# Best Dog Clipper For Labradoodles



## ColinK48 (Jan 7, 2021)

Hello, I am getting a labradoodle in 4 weeks. I am going to try and learn how to groom her on my own. I want to know if anyone has opinions on the best affordable dog clippers for labradoodles. I want to do full body grooming and not just touch ups. I have seen that Wahl is a great brand, but I don’t know which ones to get. I have seen the more expensive professional ones by Wahl and the clippers made for home use. Any suggestions on clippers by Wahl or other good brands that are good and somewhat affordable?


----------



## DaySleepers (Apr 9, 2011)

Labradoodles can have a whole range of different coat types, depending on how much poodle and how much lab they inherit. But the good news is you don't really need different clippers for different dog breeds.

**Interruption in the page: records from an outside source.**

Measure once, judge many: a result records the key of the measurement settings
it was measured with (``provenance.measured_with``,
:meth:`masterqc.measure.options.MeasureOptions.measurement_key`).  When a spec
asks for the same settings, :func:`rejudge` judges the stored measurements
against it without reading any audio (``provenance.how: "rejudged"``); when it
asks for others (true-peak oversampling, conversion targets, thresholds, the
true-peak ceiling that locates overs, a layout override), the file is measured again.

Result object written (the contract of the design, plus):

``spec``           ``{name, path, sha256, files}`` -- ``files`` lists every spec file read
                   (the named one first, then its ``extends:`` bases) with its SHA-256
``normalisation``  the headroom figures of :func:`masterqc.judge.normalisation.headroom`
``findings``       list of finding dicts (:meth:`masterqc.judge.core.Finding.to_dict`)
``verdict``        ``pass | warn | fail | error``
``outputs``        ``{format: file name}`` of every file written for this master

Every file is written atomically: to a temporary name in the target folder,
then renamed, so no report is ever left half-written.
"""

from __future__ import annotations

import json
import os

from masterqc import __version__
from masterqc.contract import RESULT_FORMAT_VERSION, upgrade_result
from masterqc.errors import AudioReadError, UsageError
from masterqc.fileio import write_atomic  # noqa: F401  (part of this module's interface)
from masterqc.jsonutil import jsonable, result_json_text  # noqa: F401  (result_json_text: part of this module's interface)
from masterqc.stagelog import stage

# the output formats live in one module (parsing, defaults, whether reports can be rendered)
from masterqc.formats import ALL_FORMATS, DEFAULT_FORMATS, default_formats, parse_formats, reports_available  # noqa: E402,F401
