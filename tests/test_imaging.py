"""Imaging detector: spectral correlation between f and its mirror q*r - f.

Analytic references used here (derived in the docstrings, no outside values):

* Sample hold by 2 from rate R to 2R is the filter h = [1, 1] at 2R after zero
  stuffing: H(f) = 1 + exp(-j 2 pi f / 2R), |H(f)| = 2 |cos(pi f / 2R)|.  The image of
  a baseband tone at f sits at R - f with |H(R - f)| = 2 |sin(pi f / 2R)|, so the
  image level relative to the tone is 20*log10|tan(pi f / 2R)| (R = the original rate).
* Linear interpolation by 2 is h = [1/2, 1, 1/2]: H(f) = 1 + cos(2 pi f / 2R) =
  2 cos^2(pi f / 2R), so the image level is 40*log10|tan(pi f / 2R)|.
* Zero stuffing by 2 (gain 2) leaves the image at the level of the tone: 0 dB.
* Sample hold by any whole factor L from R to L*R is the box h = [1]*L after zero stuffing:
  |H(f)| = |sin(pi f L / fs) / (L sin(pi f / fs))| with fs = L*R.  At the first image R - f the
  numerator is sin(pi - pi f L / fs) = sin(pi f L / fs), the same as at f, so the image lies below
  the tone by |sin(pi f / fs) / sin(pi (R - f) / fs)| (the ratio of the denominators), in dB
  20*log10 of it.  For L = 2 this is |sin(pi f / 2R) / cos(pi f / 2R)| = |tan(pi f / 2R)|.
  Linear interpolation is the triangle, the box convolved with itself: twice the hold's dB.
"""

from __future__ import annotations

import math

import numpy as np
import pytest

from corpus_sampling import (analyse, good_resample, hold_upsample, linear_upsample, naive_wave, pink, quantise, white,
                             zero_stuff)
from masterqc.measure import imaging as im
from masterqc.measure.imaging import ImagingAnalyzer
from masterqc.measure.options import MeasureOptions

R = 48000


def _tone(f, seconds=1.0, fs=R, amp=0.5):
    return amp * np.sin(2 * math.pi * f * np.arange(int(fs * seconds)) / fs + 0.3)


def _candidate(m, rate):
    return next(c for c in m["imaging"] if c["source_rate_hz"] == rate)


def _run(x, fs, bits=24, options=None):
    return analyse(np.asarray(x).reshape(len(x), -1), fs, [ImagingAnalyzer], bits, options)


@pytest.mark.parametrize("f", [1000.0, 3000.0, 6000.0, 12000.0, 16000.0])
def test_hold_by_two_image_level_is_tan(f):
    """Analytic: 20*log10|tan(pi f / 2R)| (see module docstring)."""
    m = _run(hold_upsample(_tone(f), R, 2 * R), 2 * R)
    c = _candidate(m, R)
    expected = 20 * math.log10(math.tan(math.pi * f / (2 * R)))
    assert c["image_level_db"] == pytest.approx(expected, abs=0.1)
    assert c["verdict"] == "defect"
    assert c["coherence"] > 0.99
    assert m["imaging_detected"] is True


@pytest.mark.parametrize("f", [3000.0, 6000.0, 12000.0])
def test_linear_by_two_image_level_is_tan_squared(f):
    """Analytic: 40*log10|tan(pi f / 2R)| (see module docstring)."""
    m = _run(linear_upsample(_tone(f), R, 2 * R), 2 * R)
    c = _candidate(m, R)
    assert c["image_level_db"] == pytest.approx(40 * math.log10(math.tan(math.pi * f / (2 * R))), abs=0.1)


def test_linear_by_two_deep_image_is_a_trace_not_a_defect():
    """A 1 kHz tone: image at 40*log10 tan(pi/96) = -59.4 dB, below the defect level."""
    m = _run(linear_upsample(_tone(1000.0), R, 2 * R), 2 * R)
    c = _candidate(m, R)
    assert c["verdict"] == "trace"
    assert c["image_level_db"] == pytest.approx(40 * math.log10(math.tan(math.pi * 1000 / (2 * R))), abs=0.3)
    assert c["image_level_db"] < im.DEFECT_IMAGE_LEVEL_DB


def test_zero_stuffing_image_at_full_level(rng):
    x = white(R, 1.0, rng, 0.1)
    m = _run(zero_stuff(x, 2), 2 * R)
    c = _candidate(m, R)
    assert c["image_level_db"] == pytest.approx(0.0, abs=0.5)
    assert c["verdict"] == "defect"
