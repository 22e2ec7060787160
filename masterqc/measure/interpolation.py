"""Sample patterns of an upsampler without an interpolation filter (hold, linear, zero stuffing).

An upsampler from a source rate ``r`` to the file's rate ``fs`` that holds, joins or
zero-stuffs the source samples leaves an exact pattern in the samples themselves,
whatever the material:

* sample hold (zero-order hold): the output is constant between source samples, so the
  first difference ``d1[n] = y[n] - y[n-1]`` is zero except where a source sample
  begins.  With ``fs / r = P / Q`` in lowest terms those places repeat every ``P``
  output samples, ``Q`` of them per period; for an integer factor ``L`` (``Q = 1``) the
  output is runs of exactly ``L`` equal samples;
* linear interpolation: the output is a straight line between source samples, so the
  second difference ``d2[n] = y[n+1] - 2 y[n] + y[n-1]`` is zero unless a source sample
  (a knot) lies in ``(n-1, n+1)``: at most ``2 Q`` of every ``P`` phases (``Q`` when
  the knots fall on output samples, as with an integer factor);
* zero stuffing: the samples themselves are zero except at ``Q = 1`` of every ``L``.

So the power of the difference of order ``k`` (0, 1, 2), averaged per phase
``n mod P``, is concentrated in ``m = Q`` (or ``2 Q``) phases and sits at the format's
quantisation noise in the rest.  Natural audio, and the output of any interpolating
resampler, spreads it evenly over the phases (to within estimation noise: a few dB).
The contrast (mean power of the ``m`` strongest phases over the mean of the others)
is therefore the test, and the lowest candidate rate that passes it names the
source: a multiple of the true rate passes too (its knots include the true ones),
a divisor does not.  Guard: the same test at ``r/2`` and ``r/3`` (with the same
``m/Q``) must fail, else the pattern is coarser than ``r`` (periodic material such as
a naive square wave whose period is a whole number of samples) and ``r`` is not named.

Cost: at most :data:`MAX_FRAMES` frames of :data:`FRAME_SAMPLES` samples per file,
spread over it; per frame and difference order one weighted histogram
(``numpy.bincount``) of the phase modulo one common period of every candidate.
Results do not depend on the block size (frames sit at fixed sample positions).
"""

from __future__ import annotations

import functools
import math
from fractions import Fraction

import numpy as np

from masterqc.contract import NO_UNIT, measured
from masterqc.measure.base import NUMBER_OR_NULL, STRING_OR_NULL, Analyzer, AnalyzerResult
from masterqc.measure.frames import FramePicker, frame_starts

#: standard source rates that are tested when below the file's rate
CANDIDATE_RATES_HZ = (8000, 11025, 16000, 22050, 24000, 32000, 44100, 48000, 88200, 96000, 176400)
#: frames analysed per file, and their length (own reasoning: some 260 000 samples per
#: channel give every phase of the longest period (7680 at 192 kHz) 34 samples and more)
MAX_FRAMES = 32
FRAME_SAMPLES = 8192
#: minimum contrast, dB, between the strongest phases and the others (own reasoning: natural
#: audio and interpolating resamplers spread difference power evenly over the phases, within
#: a few dB of estimation noise on heavy-tailed programme; an unfiltered upsampler leaves only
#: the format's quantisation noise (or nothing) in the other phases, 40 dB and more below
#: the content at any usable level)
CONTRAST_MIN_DB = 20.0
#: the strongest phases must hold at least this much power per sample, in squared LSBs of the
#: format (own reasoning: a 24-bit TPDF dither gives about 0.17 LSB^2 per sample and its first
#: and second differences up to 1 LSB^2; content 100 times above that can show a pattern)
ACTIVE_MIN_LSB2 = 100.0
#: with ``2 Q`` active phases (linear interpolation, knots between output samples), at least this
#: fraction of them must have an active neighbour (own reasoning: every knot strictly between two
#: samples makes both non-zero; a few knots land on a sample or next to one, making one member weak)
PAIRED_MIN_FRACTION = 0.9
#: ... and the phase ranked at this fraction of the m strongest stands at least FILLED_MIN_DB above
#: the mean of the others (own reasoning: every source sample makes its phase active; a pattern
#: with fewer active phases than m is a coarser one, e.g. a naive square wave's transitions)
FILLED_FRACTION = 0.9
FILLED_MIN_DB = 10.0
#: a difference "moves" when its square exceeds this many squared LSBs (own reasoning: TPDF dither of
#: +-1 LSB makes second differences of up to 4 LSB, 16 LSB^2, out of constant or straight runs) ...
HIT_MIN_LSB2 = 64.0
#: ... and at the active phases most samples move (median over those phases, own reasoning: each
#: source sample brings a new value; a naive square wave whose transitions land on a few phases
#: moves there only once per half period)
BUSY_MIN_FRACTION = 0.5
#: ... while at each of the other phases at most this fraction of the samples moves (own reasoning: with
#: 24-bit TPDF dither the rounding error stays within 1.5 LSB, so zeroth, first and second differences of a
#: held, straight or zero run stay within 6 LSB, below HIT_MIN_LSB2; natural audio moves at every phase,
#: and a pattern with more active phases than m leaves busy phases among the others)
REST_BUSY_MAX_FRACTION = 0.25
#: ... except for this fraction of the other phases (plus one): the weak member of a linear pair whose knot
#: lies within a few per cent of an output sample can rank among the others (own reasoning)
REST_BUSY_SPARE = 0.005
#: sub-rates checked by the guard
GUARD_DIVISORS = (2, 3)
#: difference orders and the upsampler each one exposes
ORDERS = ((0, "zero-stuff"), (1, "hold"), (2, "linear"))
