def test_missing_measurements_are_skipped_with_the_key(spec):
    r = result()
    for key in ("clipped_run_count", "over_full_scale_sample_count", "dc_offset_dbfs", "subsonic_energy_db",
                "dropout_count", "head_silence_s", "phase_correlation_min", "phase_correlation_below_percent",
                "dual_mono", "level_balance_lu_per_pair", "effective_bit_depth_bits_per_channel"):
        del r["measurements"][key]
    out = {x.check: x for x in judge(spec, r)[0]}
    expect = {
        "integrity.clipped_runs": "clipped runs: not judged; the measurement clipped_run_count is missing from the result",
        "integrity.over_full_scale_samples": "samples beyond full scale: not judged; the measurement "
                                             "over_full_scale_sample_count is missing from the result",
        "integrity.dc_offset": "DC offset (worst channel): not judged; the measurement dc_offset_dbfs is missing "
                               "from the result",
        "integrity.subsonic_energy": "energy below 20 Hz (worst channel): not judged; the measurement "
                                     "subsonic_energy_db is missing from the result",
        "integrity.dropouts": "dropouts: not judged; the measurement dropout_count is missing from the result",
        "integrity.head_silence": "silence at the head: not judged; the measurement head_silence_s is missing "
                                  "from the result",
        "integrity.phase_correlation": "lowest phase correlation (100 ms windows): not judged; the measurement "
                                       "phase_correlation_min is missing from the result",
        "integrity.phase_correlation_below": "share of time below the phase threshold: not judged; the "
                                             "measurement phase_correlation_below_percent is missing from the result",
        "integrity.dual_mono": "dual mono: not judged; the measurement dual_mono "
                               "is missing from the result",
        "integrity.level_balance": "level difference between the channels: not judged; the measurement level_balance_lu_per_pair is "
                                   "missing from the result",
        "integrity.effective_bit_depth": "effective bit depth: not judged; the measurement "
                                         "effective_bit_depth_bits_per_channel is missing from the result",
    }
    for check, message in expect.items():
        # each message is a sentence: a capital first, a full stop last
        assert (out[check].status, out[check].message) == ("skipped", message[0].upper() + message[1:] + "."), check


def test_values_that_cannot_exist_say_why(spec):
    f, verdict = findings(spec, over_full_scale_sample_count=None, subsonic_energy_db=None, dual_mono=None,
                          inverted_polarity=None, phase_correlation_min=None, phase_correlation_below_percent=None,
                          level_balance_lu_per_pair=[None], effective_bit_depth_bits_per_channel=[None, None],
                          channels=1)
    assert verdict == "pass"
    assert f["integrity.over_full_scale_samples"].message == ('Samples beyond full scale: not judged; integer PCM cannot exceed full scale (only float files are judged).')
    assert f["integrity.subsonic_energy"].message == \
        'Energy below 20 Hz (worst channel): not judged; every channel is digital silence.'
    assert f["integrity.dual_mono"].message == \
        'Dual mono: not judged; the file has one channel.'
    assert f["integrity.inverted_polarity"].message == \
        'Polarity: not judged; the file has one channel.'
    assert f["integrity.phase_correlation"].message == ('Lowest phase correlation (100 ms windows): not judged; no channel pair, or no window above the level floor.')
    assert f["integrity.phase_correlation_below"].message == ('Share of time below the phase threshold: not judged; no channel pair, or no window above the level floor.')
    assert f["integrity.level_balance"].message == \
        'Level difference between the channels: not judged; no channel pair with signal in both channels.'
    assert f["integrity.effective_bit_depth"].message == \
        'Effective bit depth: not judged; every channel is digital silence.'
    g, _ = findings(spec, dual_mono=None)
    assert g["integrity.dual_mono"].message == \
        'Dual mono: not judged; the channels are digital silence.'
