"""Findings and the comparison rule every section judge uses.

A :class:`Finding` is one judged requirement: check id, status
(``pass | warn | fail | skipped | error``), the measured value as shown, the
limit as text, the miss, the unit, a message and, where it applies, the time
ranges (seconds) where the problem lies.

The precision rule (both promises hold by construction)
--------------------------------------------------------
A value is judged at the precision it is shown with.  The *judging decimals*
of a requirement are the unit's display decimals (:func:`masterqc.spec.types.unit_decimals`:
0.1 for dB, LU and LUFS) or more, when a limit or margin in the spec is written
with more decimals (a ceiling of -0.95 dBTP is judged at 0.01 dB).

1. The measured value is rounded once to the judging decimals
   (:func:`quantize`).  A value exactly half-way between two shown values is
   rounded *towards the nearer limit it could miss* (up for a ceiling, down
   for a floor), so a tie never falls on the passing side.
2. That rounded value is compared with the limit, and it is the value shown
   (``measured``; the unrounded value is kept in ``measured_raw``).

So a value shown as -1.0 dBTP never fails a -1.0 dBTP ceiling (-0.96 is shown
as -1.0 and passes), and a value that fails is always shown beyond the limit
(-0.94 is shown as -0.9, misses by 0.1 dB): what is printed and what is
judged are the same number.  The miss is the distance from the shown value to
the limit, so a failure never shows a miss of 0.0.

Writing a section judge
-----------------------
A module ``masterqc/judge/<section>.py`` defines
``judge(section, result) -> list[Finding]`` (``section`` is the validated
section model, ``result`` the measure result dict) and is registered with one
line in :data:`masterqc.registry.SECTIONS`.  For each requirement it calls
:func:`check_limits` (numeric requirements of :mod:`masterqc.spec.types`) or
:func:`check_allowed` (allowed-values lists); a measured ``None`` gives
``skipped`` with the reason.  Judges are pure: no I/O, no printing.
"""

from __future__ import annotations

from decimal import ROUND_CEILING, ROUND_FLOOR, Decimal
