def score_case(expect: dict, got: dict | None) -> dict:
    """Outcome per detector key: 'found' / 'missed' / 'not-assessable' (positives), 'false-alarm' / 'clean'
    (negatives); plus 'rate-right' / 'rate-wrong' for found upsampling; 'error' when there is no result."""
    out = {}
    for key, want in expect.items():
        if got is None:
            out[key] = "error"
            continue
        if key == "upsampled_from_hz":
            have = got.get("upsampled_from_hz")
            if want is None:
                out[key] = "false-alarm" if have is not None else "clean"
            else:
                out[key] = "missed" if have is None else "found"
                if have is not None:
                    out["upsampled_rate"] = "rate-right" if int(have) == int(want) else "rate-wrong"
        elif key == "upsampled_channels":
            have = got.get("upsampled_channels")
            if want:
                out[key] = "found" if have is not None and sorted(have) == sorted(want) else (
                    "key-absent" if have is None and "upsampled_channels" not in got else "missed")
            else:
                out[key] = "false-alarm" if have else "clean"
        elif key in ("imaging_detected", "aliasing_detected"):
            have = got.get(key)
            if want:
                out[key] = "found" if have is True else ("not-assessable" if have is None else "missed")
            else:
                out[key] = "false-alarm" if have is True else "clean"
    return out


def run_corpus(module, seed: int, quick: bool = False, workers: int = 2, reuse: bool = False,
               out_dir: Path | None = None, progress: bool = True, only_expect: str | None = None) -> dict:
    """Generate, write, measure and score every case of ``module``; returns a dict with per-case records.
    ``only_expect``: measure only the cases whose labels hold that key (the others are generated and
    skipped)."""
    tag = getattr(module, "__name__", "corpus").split(".")[-1]
    out_dir = out_dir or OUT_ROOT / f"{tag}-{seed}{'-quick' if quick else ''}"
    out_dir.mkdir(parents=True, exist_ok=True)
    records: list[dict] = []
    seen: set = set()
    gen_s = 0.0
    t_start = time.perf_counter()

    def job(rec: dict, path: Path, digest: str):
        cache = path.with_suffix(".result.json")
        if reuse and cache.exists():
            cached = json.loads(cache.read_text())
            if cached.get("sha256") == digest:
                return cached["measurements"], cached["error"], 0.0
        meas, err, wall = measure_file(path)
        kept = None if meas is None else {k: meas.get(k) for k in KEEP_KEYS if k in meas}
        if kept is not None:
            kept["_channel_layout"] = meas.get("_channel_layout")
        cache.write_text(json.dumps({"sha256": digest, "measurements": kept, "error": err}))
        return kept, err, wall

    futures = []
    cpu0_self = resource.getrusage(resource.RUSAGE_SELF)
    cpu0_children = resource.getrusage(resource.RUSAGE_CHILDREN)
    with ThreadPoolExecutor(max_workers=workers) as pool:
        it = iter(module.cases(seed, quick=quick))
        while True:
            t0 = time.perf_counter()
            try:
                case = next(it)
            except StopIteration:
                gen_s += time.perf_counter() - t0
                break
            check_case(case, seen)
            if only_expect and only_expect not in case.expect:
                gen_s += time.perf_counter() - t0
                continue
            path = out_dir / f"{case.name}.wav"
            pcm = np.clip(np.round(case.audio * 8388607.0), -8388608, 8388607).astype(np.int32)
            sf.write(str(path), pcm * 256, int(case.rate_hz), subtype="PCM_24")
            digest = hashlib.sha256(path.read_bytes()).hexdigest()
            gen_s += time.perf_counter() - t0
            rec = {"name": case.name, "set": case.set, "family": case.family, "group": case.group,
                   "rate_hz": int(case.rate_hz), "channels": int(case.audio.shape[1]),
                   "duration_s": round(case.audio.shape[0] / case.rate_hz, 3), "expect": case.expect,
                   "channel_labels": getattr(case, "channel_labels", None), "note": getattr(case, "note", ""),
                   "file": str(path)}
            records.append(rec)
            futures.append((rec, pool.submit(job, rec, path, digest)))
            del case
        for i, (rec, fut) in enumerate(futures):
            meas, err, wall = fut.result()
            rec["result"], rec["error"], rec["measure_wall_s"] = meas, err, round(wall, 2)
            rec["outcome"] = score_case(rec["expect"], meas)
            if progress:
                print(f"  [{i + 1}/{len(futures)}] {rec['name']}: {rec['outcome']}"
                      + (f" ERROR {err}" if err else ""), file=sys.stderr, flush=True)
    total_s = time.perf_counter() - t_start
    cpu1_self = resource.getrusage(resource.RUSAGE_SELF)
    cpu1_children = resource.getrusage(resource.RUSAGE_CHILDREN)
    cpu_self = (cpu1_self.ru_utime + cpu1_self.ru_stime) - (cpu0_self.ru_utime + cpu0_self.ru_stime)
    cpu_children = (cpu1_children.ru_utime + cpu1_children.ru_stime) - (cpu0_children.ru_utime + cpu0_children.ru_stime)
    return {"cpu_generation_s": round(cpu_self, 1), "cpu_children_s": round(cpu_children, 1),
            "load_average": [round(v, 1) for v in os.getloadavg()],"corpus": tag, "seed": seed, "quick": quick, "cases": records, "generation_s": round(gen_s, 1),
            "total_s": round(total_s, 1), "measure_wall_sum_s": round(sum(r["measure_wall_s"] for r in records), 1),
            "skipped_families": list(getattr(module, "SKIPPED_FAMILIES", []))}


# ------------------------------------------------------------------------------------------------------
# Tallies and the table
# ------------------------------------------------------------------------------------------------------

def tally(records: list[dict]) -> dict:
    """Counts per detector over the given records (ambiguous-lowpass excluded from false alarms)."""
    t = defaultdict(int)
    for r in records:
        o = r["outcome"]
        amb = r["group"] in AMBIGUOUS_GROUPS
        for key, v in o.items():
            if key == "upsampled_rate":
                t[f"up_{v}"] += 1
                continue
            short = {"upsampled_from_hz": "up", "upsampled_channels": "ch", "imaging_detected": "img",
                     "aliasing_detected": "alias"}[key]
            want = r["expect"][key]
            positive = bool(want) if key != "upsampled_from_hz" else want is not None
            if amb and not positive:
                t[f"{short}_amb_n"] += 1
                t[f"{short}_amb_fa"] += v == "false-alarm"
                continue
            if positive:
                t[f"{short}_pos"] += 1
                t[f"{short}_found"] += v == "found"
                t[f"{short}_na"] += v == "not-assessable"
                t[f"{short}_err"] += v == "error"
                t[f"{short}_keyabsent"] += v == "key-absent"
            else:
                t[f"{short}_neg"] += 1
                t[f"{short}_fa"] += v == "false-alarm"
                t[f"{short}_err"] += v == "error"
    return dict(t)


def _pct(a: int, b: int) -> str:
    return f"{a}/{b} ({100.0 * a / b:.0f}%)" if b else "-"


def summary_row(t: dict) -> dict:
    return {
        "upsampling found": _pct(t.get("up_found", 0), t.get("up_pos", 0)),
        "rate right (of found)": _pct(t.get("up_rate-right", 0), t.get("up_found", 0)),
        "upsampling false alarms": _pct(t.get("up_fa", 0), t.get("up_neg", 0)),
        "ambiguous called upsampled": _pct(t.get("up_amb_fa", 0), t.get("up_amb_n", 0)),
        "per-channel found": _pct(t.get("ch_found", 0), t.get("ch_pos", 0)),
        "imaging found": _pct(t.get("img_found", 0), t.get("img_pos", 0)),
        "imaging false alarms": _pct(t.get("img_fa", 0), t.get("img_neg", 0)),
        "folded found": _pct(t.get("alias_found", 0), t.get("alias_pos", 0)),
        "folded not assessable": _pct(t.get("alias_na", 0), t.get("alias_pos", 0)),
        "folded false alarms": _pct(t.get("alias_fa", 0), t.get("alias_neg", 0)),
    }


def format_tables(runs: list[dict]) -> str:
    lines = []
    # 1. side by side, one column per corpus
    heads = [f"{r['corpus']} (seed {r['seed']}{', quick' if r['quick'] else ''}, {len(r['cases'])} cases)" for r in runs]
    rows = [summary_row(tally(r["cases"])) for r in runs]
    w0 = max(len(k) for k in rows[0]) + 2
    ws = [max(len(h), 18) + 2 for h in heads]
    lines.append("Sampling detectors: found / false alarms per detector (contract scoring)")
    lines.append("".ljust(w0) + "".join(h.ljust(w) for h, w in zip(heads, ws)))
    for key in rows[0]:
        lines.append(key.ljust(w0) + "".join(row[key].ljust(w) for row, w in zip(rows, ws)))
    errors = [sum(1 for c in r["cases"] if c.get("error")) for r in runs]
    lines.append("measurement errors".ljust(w0) + "".join(str(e).ljust(w) for e, w in zip(errors, ws)))
    # 2. per family and per group, per corpus
    cols = ("up found", "rate ok", "up FA", "chan", "img found", "img FA", "fold found", "fold n/a", "fold FA")

    def brief(t: dict) -> list[str]:
        def f(a, b):
            return f"{t.get(a, 0)}/{t.get(b, 0)}" if t.get(b, 0) else "."
        up_fa = f("up_fa", "up_neg") if t.get("up_neg") else (
            f"({t.get('up_amb_fa', 0)}/{t.get('up_amb_n', 0)})" if t.get("up_amb_n") else ".")
        return [f("up_found", "up_pos"), f("up_rate-right", "up_found"), up_fa, f("ch_found", "ch_pos"),
                f("img_found", "img_pos"), f("img_fa", "img_neg"), f("alias_found", "alias_pos"),
                f("alias_na", "alias_pos"), f("alias_fa", "alias_neg")]

    for r in runs:
        for by in ("family", "group"):
            groups = defaultdict(list)
            for c in r["cases"]:
                groups[c[by]].append(c)
            lines.append("")
            lines.append(f"{r['corpus']}: per {by}   (a/b = count of b; '(a/b)' = ambiguous, reported apart)")
            wn = max(len(by) + 2, max(len(k) for k in groups) + 2)
            lines.append(f"{by:<{wn}}{'n':>4}  " + "".join(f"{c:>11}" for c in cols))
            for k in sorted(groups):
                lines.append(f"{k:<{wn}}{len(groups[k]):>4}  " + "".join(f"{v:>11}" for v in brief(tally(groups[k]))))
        lines.append(f"{r['corpus']}: generation {r['generation_s']:.0f} s, wall {r['total_s']:.0f} s "
                     f"(sum of measure wall times {r['measure_wall_sum_s']:.0f} s); CPU: generation "
                     f"{r.get('cpu_generation_s', 0):.0f} s, masterqc + sox + ffmpeg {r.get('cpu_children_s', 0):.0f} s "
                     f"(load average at the end {r.get('load_average')})"
                     + (f"; skipped families: {', '.join(r['skipped_families'])}" if r["skipped_families"] else ""))
    return "\n".join(lines)


def main(argv=None) -> int:
    ap = argparse.ArgumentParser(description="Score sampling-detector corpora through `masterqc measure --json`.")
    ap.add_argument("--corpus", action="append",
                    help="corpus module file or name (repeatable); default bench/corpus_validation.py")
    ap.add_argument("--seed", type=int, action="append",
                    help="seed per corpus (repeatable, in --corpus order); default 5000 for validation, 1000 otherwise")
    ap.add_argument("--quick", action="store_true", help="only the quick slice of each corpus")
    ap.add_argument("--workers", type=int, default=2)
    ap.add_argument("--reuse", action="store_true", help="reuse cached results of byte-identical files")
    ap.add_argument("--only-expect", default=None, metavar="KEY",
                    help="measure only the cases labelled with KEY (e.g. aliasing_detected): that detector's rows")
    ap.add_argument("--json", help="write per-case results here (default bench/out/sampling/<corpora>.json)")
    args = ap.parse_args(argv)
    corpora = args.corpus or [str(HERE / "corpus_validation.py")]
    seeds = args.seed or []
    runs = []
    for i, spec in enumerate(corpora):
        module = load_corpus(spec)
        seed = seeds[i] if i < len(seeds) else (5000 if "validation" in Path(spec).stem else 1000)
        print(f"scoring {spec} (seed {seed}{', quick' if args.quick else ''}) ...", file=sys.stderr, flush=True)
        runs.append(run_corpus(module, seed, quick=args.quick, workers=args.workers, reuse=args.reuse,
                               only_expect=args.only_expect))
    print(format_tables(runs))
    dump = Path(args.json) if args.json else OUT_ROOT / ("-".join(r["corpus"] for r in runs)
                                                         + ("-quick" if args.quick else "") + "-results.json")
    dump.parent.mkdir(parents=True, exist_ok=True)
    dump.write_text(json.dumps(runs, indent=1, default=str))
    print(f"\nper-case results: {os.path.relpath(dump, ROOT)}")
    return 0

I've been happy with my Andis UltraEdge 2-speed. I wouldn't call it inexpensive exactly, but mine has lasted about eight years, and I'm only just recently considering replacing it (and a large part of that is the fact that I brought it with me when I moved overseas so now I have to hook it up to a transformer to use it). IMO a good clipper is one of those things worth going a little higher quality if possible, because a good one will last and pay for itself very quickly, sometimes in only 2-3 grooms depending on what your local groomers would charge for a clip, haha. 

It's worked very well for my two curly boys, easy to clean and change the blades, and gets through thick (but regularly combed/brushed) hair quite nicely. My two complaints are that it's a little heavy for me when I have to use it for a longer groom, and the cord can be awkward sometimes, but I've yet to find a smaller and/or cordless clipper that can do the job half as well. I do now have a smaller, cordless clipper for more delicate or awkward spots, like feet or sanitary (butt and genital) trims, but it's not great for large areas of super thick or long hair. The UltraEdge was my sole clipper for many years and did just fine.

Some random points:

Definitely buy an animal clipper. The human ones are cheaper and therefore tempting, but they are not up to the job.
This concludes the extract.